RSA's takeover would free up Stephen Hester for another top job

Insurance firm has long been touted as a takeover target

Stephen Hester: a banker who has every right to be angry - This is a question of honour for the Coalition, not Stephen Hester
Stephen Hester has been with RSA since February 2014 Credit: Photo: AFP

Stephen Hester could be heading for an early bath as the boss of RSA, the insurance firm that is now in play as a takeover target, following early-stage bid interest from Zurich that was unveiled on Tuesday.

The former RBS boss has spent 18 months raising capital, stripping out disappointing parts of the business and convincing investors that RSA was worth keeping in its current form after a hat-trick of profit warnings and a major accounting hole in Ireland.

If a deal can be agreed at the rumoured 550p price, Mr Hester will have delivered a rise of almost 30pc since he came into the role, despite a struggle to reach targets on dividend growth and return on equity.

The company has been under scrutiny as a bid target since Cevian Capital, the activist investor chaired by former City minister Lord Myners in London, started building a 9.7pc stake last year.

Cevian, now RSA’s biggest investor, kept its own counsel on the day the deal was announced, but analysts seemed in agreement that the mooted takeover price would be a fair one, given the risks still facing the ongoing turnaround work.

News of a bid for RSA has therefore not come as a huge surprise, although Zurich investors seemed mildly alarmed that it was the Swiss firm making the first move.
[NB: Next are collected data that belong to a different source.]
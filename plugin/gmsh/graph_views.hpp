#pragma once
// The Gmsh views of a compute, written as one self-describing .pos file for sendMergeFileRequest:
// - each soil unit's physical group filled in its own colour, with a legend naming the unit, its
//   source and status (top left of the window);
// - one 2-D graph a test and quantity (q, and the volumetric strain or the excess pore pressure)
//   against the axial strain: measured points black, the model's line red, one strain axis from 0
//   shared by both, round tick values, the unit's name above each row. The graphs are placed in
//   window pixels on the right of the window, laid out from Gmsh's font sizes so that no title,
//   tick label or axis label reaches another graph (two columns where they fit, else one; rows that
//   do not fit are hidden and listed). The model's view is moved left of the graphs only when no
//   triaxcal graph is shown yet: a later compute keeps the user's zoom, pan and rotation.
// The file first deletes the views of the previous compute (by their attribute "triaxcal ..."), so a
// new compute replaces them instead of piling up.

#include <string>
#include <vector>

#include "soil_unit.hpp"

namespace triaxcal::gmsh {

inline constexpr const char* kViewPrefix = "triaxcal: ";

struct UnitView {
  std::string unit;          ///< physical group name
  int dimension = 2;         ///< of the physical group (2: surfaces, 3: volumes)
  int tag = 0;               ///< physical tag in the current model (colouring only)
  std::string legend;        ///< what the legend says after the name, e.g. "calibration, mohr_coulomb: converged"
  std::vector<Curve> curves; ///< measured and model curves, in test order
};

/// Names: graphs "<test>: <quantity>" (the view that carries the axes: its name is the graph's title;
/// the model's line beside measured points adds " model"), attribute "triaxcal graph"; legend lines
/// "legend <n>: <text>", attribute "triaxcal legend".
/// With `graphs` false (a check, no compute): only the colours and the legend, replacing the
/// previous legend and leaving the graphs of the last compute alone.
std::string views_pos(const std::vector<UnitView>& units, bool graphs = true);

/// The colour (a Gmsh colour name) of soil unit i.
const char* unit_colour(std::size_t i);

/// An axis range with round ticks: [min, max] in `intervals` steps of 1, 2, 2.5 or 5 x 10^k, at most
/// `max_intervals`, always including 0.
struct NiceAxis {
  double min = 0.0, max = 1.0;
  int intervals = 1;
};
NiceAxis nice_axis(double lo, double hi, int max_intervals);

/// A tick value as Gmsh prints it with the format "%g".
std::string tick_label(double v);

/// The width of `text` in em of Gmsh's GL font (DejaVu Sans advance widths rounded up).
double text_width_em(const std::string& text);

}  // namespace triaxcal::gmsh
Zurich would have to find more cash to fund a deal, which at £5.5bn would cost more than its $3bn earmarked for acquisitions.

A takeover would give the £30bn Swiss firm access to more retail and big ticket insurance in the UK, as well as a burgeoning Scandinavian market.

But Zurich’s shares fell on Tuesday, on concerns that its dividend could be sacrificed in pursuit of its biggest deal since its mergers in the 1990s.

Investing stalwarts UBS, Blackrock and Norges Bank appear near the top of the shareholder register for both RSA and Zurich, which should mean that the deal satisfies both sets of owners before the 305-year-old insurer can be walked off the London market. Those in the industry pointed to Axa, US insurers and private equity as possible counter-bidders.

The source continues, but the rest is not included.